══ GIVEN RECORDS ══

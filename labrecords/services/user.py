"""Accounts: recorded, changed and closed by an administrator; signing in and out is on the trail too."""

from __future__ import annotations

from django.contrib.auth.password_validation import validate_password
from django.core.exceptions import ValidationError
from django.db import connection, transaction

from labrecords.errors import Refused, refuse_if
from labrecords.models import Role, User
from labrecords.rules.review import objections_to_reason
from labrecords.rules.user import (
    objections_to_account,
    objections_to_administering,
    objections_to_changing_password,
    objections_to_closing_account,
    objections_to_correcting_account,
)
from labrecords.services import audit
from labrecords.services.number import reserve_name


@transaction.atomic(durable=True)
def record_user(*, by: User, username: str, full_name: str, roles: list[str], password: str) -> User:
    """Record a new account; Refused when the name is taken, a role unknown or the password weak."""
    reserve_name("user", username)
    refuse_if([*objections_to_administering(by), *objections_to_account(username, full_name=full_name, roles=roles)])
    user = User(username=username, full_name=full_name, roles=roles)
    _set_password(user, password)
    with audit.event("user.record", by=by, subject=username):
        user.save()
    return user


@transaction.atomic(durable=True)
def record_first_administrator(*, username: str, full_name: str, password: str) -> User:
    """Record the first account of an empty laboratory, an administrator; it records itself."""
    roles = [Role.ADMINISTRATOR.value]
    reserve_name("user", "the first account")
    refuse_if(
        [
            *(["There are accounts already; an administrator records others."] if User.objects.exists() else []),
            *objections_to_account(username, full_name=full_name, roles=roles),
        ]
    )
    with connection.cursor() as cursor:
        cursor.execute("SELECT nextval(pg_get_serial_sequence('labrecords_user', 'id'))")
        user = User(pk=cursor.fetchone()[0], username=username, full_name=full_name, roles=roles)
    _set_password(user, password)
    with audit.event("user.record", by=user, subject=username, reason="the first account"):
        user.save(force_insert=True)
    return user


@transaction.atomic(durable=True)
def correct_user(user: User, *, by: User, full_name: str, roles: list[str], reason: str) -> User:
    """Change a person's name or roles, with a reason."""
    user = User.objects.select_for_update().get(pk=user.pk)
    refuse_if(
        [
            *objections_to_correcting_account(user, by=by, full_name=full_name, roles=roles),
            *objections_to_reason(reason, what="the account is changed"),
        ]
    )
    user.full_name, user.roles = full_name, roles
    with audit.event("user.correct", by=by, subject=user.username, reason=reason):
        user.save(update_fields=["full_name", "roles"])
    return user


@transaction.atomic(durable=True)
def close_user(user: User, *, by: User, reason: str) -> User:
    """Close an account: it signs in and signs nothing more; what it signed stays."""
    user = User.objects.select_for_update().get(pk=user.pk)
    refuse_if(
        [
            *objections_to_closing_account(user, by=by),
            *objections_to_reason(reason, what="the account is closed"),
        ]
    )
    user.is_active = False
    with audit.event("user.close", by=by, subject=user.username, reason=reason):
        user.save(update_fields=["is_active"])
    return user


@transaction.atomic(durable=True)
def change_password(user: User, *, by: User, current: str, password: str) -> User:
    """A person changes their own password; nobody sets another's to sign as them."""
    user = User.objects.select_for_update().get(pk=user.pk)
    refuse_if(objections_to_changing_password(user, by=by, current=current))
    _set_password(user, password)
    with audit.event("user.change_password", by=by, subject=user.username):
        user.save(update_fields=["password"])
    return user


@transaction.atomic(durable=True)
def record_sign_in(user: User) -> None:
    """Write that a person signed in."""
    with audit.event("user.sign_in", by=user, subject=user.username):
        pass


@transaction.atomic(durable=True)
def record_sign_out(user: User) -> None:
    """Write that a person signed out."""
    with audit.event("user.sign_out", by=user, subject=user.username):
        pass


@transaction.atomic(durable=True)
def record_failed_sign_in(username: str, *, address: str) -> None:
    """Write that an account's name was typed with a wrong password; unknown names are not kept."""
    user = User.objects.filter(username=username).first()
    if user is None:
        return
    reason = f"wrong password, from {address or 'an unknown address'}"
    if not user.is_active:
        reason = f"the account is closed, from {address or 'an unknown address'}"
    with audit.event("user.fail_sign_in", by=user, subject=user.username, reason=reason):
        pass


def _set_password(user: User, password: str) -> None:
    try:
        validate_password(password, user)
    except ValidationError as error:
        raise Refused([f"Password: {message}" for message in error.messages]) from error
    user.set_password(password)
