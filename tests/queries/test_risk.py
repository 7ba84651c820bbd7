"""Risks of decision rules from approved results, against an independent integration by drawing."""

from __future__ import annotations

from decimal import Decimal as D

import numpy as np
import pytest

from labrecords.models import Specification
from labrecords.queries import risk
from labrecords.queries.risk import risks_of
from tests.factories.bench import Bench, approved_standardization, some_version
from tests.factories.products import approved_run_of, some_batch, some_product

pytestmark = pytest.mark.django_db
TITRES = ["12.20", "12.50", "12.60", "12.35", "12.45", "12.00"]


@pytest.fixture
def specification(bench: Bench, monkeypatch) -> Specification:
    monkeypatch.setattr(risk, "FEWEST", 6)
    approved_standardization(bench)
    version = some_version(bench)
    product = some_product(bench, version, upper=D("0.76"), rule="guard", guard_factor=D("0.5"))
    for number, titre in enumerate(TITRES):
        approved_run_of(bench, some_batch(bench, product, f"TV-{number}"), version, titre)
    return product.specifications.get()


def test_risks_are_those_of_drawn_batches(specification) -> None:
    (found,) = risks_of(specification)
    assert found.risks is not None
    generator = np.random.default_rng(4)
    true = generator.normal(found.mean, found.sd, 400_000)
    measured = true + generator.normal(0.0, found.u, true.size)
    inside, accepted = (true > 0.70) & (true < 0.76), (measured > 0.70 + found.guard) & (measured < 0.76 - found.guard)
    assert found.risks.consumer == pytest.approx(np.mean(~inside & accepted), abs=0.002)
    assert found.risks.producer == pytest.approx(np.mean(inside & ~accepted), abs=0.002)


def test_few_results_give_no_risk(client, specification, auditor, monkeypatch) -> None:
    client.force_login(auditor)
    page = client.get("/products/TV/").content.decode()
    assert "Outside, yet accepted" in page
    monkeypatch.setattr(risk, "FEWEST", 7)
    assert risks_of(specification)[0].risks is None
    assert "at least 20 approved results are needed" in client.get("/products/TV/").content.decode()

═══
══ GIVEN RECORDS ══

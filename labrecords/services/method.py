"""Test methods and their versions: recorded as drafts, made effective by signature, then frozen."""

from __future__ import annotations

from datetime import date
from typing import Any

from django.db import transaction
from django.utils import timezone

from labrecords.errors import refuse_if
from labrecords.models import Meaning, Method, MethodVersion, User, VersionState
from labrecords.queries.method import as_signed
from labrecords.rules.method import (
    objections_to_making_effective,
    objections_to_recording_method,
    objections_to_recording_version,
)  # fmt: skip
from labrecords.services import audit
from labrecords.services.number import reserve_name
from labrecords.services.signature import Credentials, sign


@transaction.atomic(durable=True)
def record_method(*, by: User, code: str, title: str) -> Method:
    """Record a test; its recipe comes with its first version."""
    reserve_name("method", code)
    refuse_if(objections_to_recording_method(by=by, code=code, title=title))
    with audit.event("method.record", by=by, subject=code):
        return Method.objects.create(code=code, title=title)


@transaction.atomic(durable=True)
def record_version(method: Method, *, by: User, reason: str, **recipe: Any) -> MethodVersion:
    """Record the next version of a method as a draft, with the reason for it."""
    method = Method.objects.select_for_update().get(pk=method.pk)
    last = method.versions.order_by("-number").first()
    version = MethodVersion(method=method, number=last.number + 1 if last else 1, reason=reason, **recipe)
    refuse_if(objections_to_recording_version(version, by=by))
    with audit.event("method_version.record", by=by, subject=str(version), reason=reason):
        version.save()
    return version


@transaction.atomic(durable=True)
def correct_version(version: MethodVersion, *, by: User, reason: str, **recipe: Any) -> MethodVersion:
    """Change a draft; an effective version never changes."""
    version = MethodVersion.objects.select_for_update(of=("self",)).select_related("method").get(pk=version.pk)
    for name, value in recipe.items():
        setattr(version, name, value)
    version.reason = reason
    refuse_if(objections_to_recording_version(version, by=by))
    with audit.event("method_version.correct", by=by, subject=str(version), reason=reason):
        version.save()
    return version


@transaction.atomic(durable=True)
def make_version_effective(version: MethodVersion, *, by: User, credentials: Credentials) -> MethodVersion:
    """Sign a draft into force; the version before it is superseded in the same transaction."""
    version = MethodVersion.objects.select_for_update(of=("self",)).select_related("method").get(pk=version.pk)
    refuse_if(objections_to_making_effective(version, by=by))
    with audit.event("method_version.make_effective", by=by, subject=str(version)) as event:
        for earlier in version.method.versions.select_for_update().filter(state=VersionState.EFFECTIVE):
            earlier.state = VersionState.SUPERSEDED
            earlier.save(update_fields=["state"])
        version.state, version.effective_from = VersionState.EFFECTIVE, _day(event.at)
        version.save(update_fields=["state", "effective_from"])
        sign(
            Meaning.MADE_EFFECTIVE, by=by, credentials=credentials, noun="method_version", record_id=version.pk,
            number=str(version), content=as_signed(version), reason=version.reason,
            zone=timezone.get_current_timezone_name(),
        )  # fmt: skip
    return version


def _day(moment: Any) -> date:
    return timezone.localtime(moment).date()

═══

**EXERCISE DETAILS**
Show all lines in the entries above where the word "wrong" appears.

**OUTPUT BELOW**
    """Write that an account's name was typed with a wrong password; unknown names are not kept."""
    reason = f"wrong password, from {address or 'an unknown address'}"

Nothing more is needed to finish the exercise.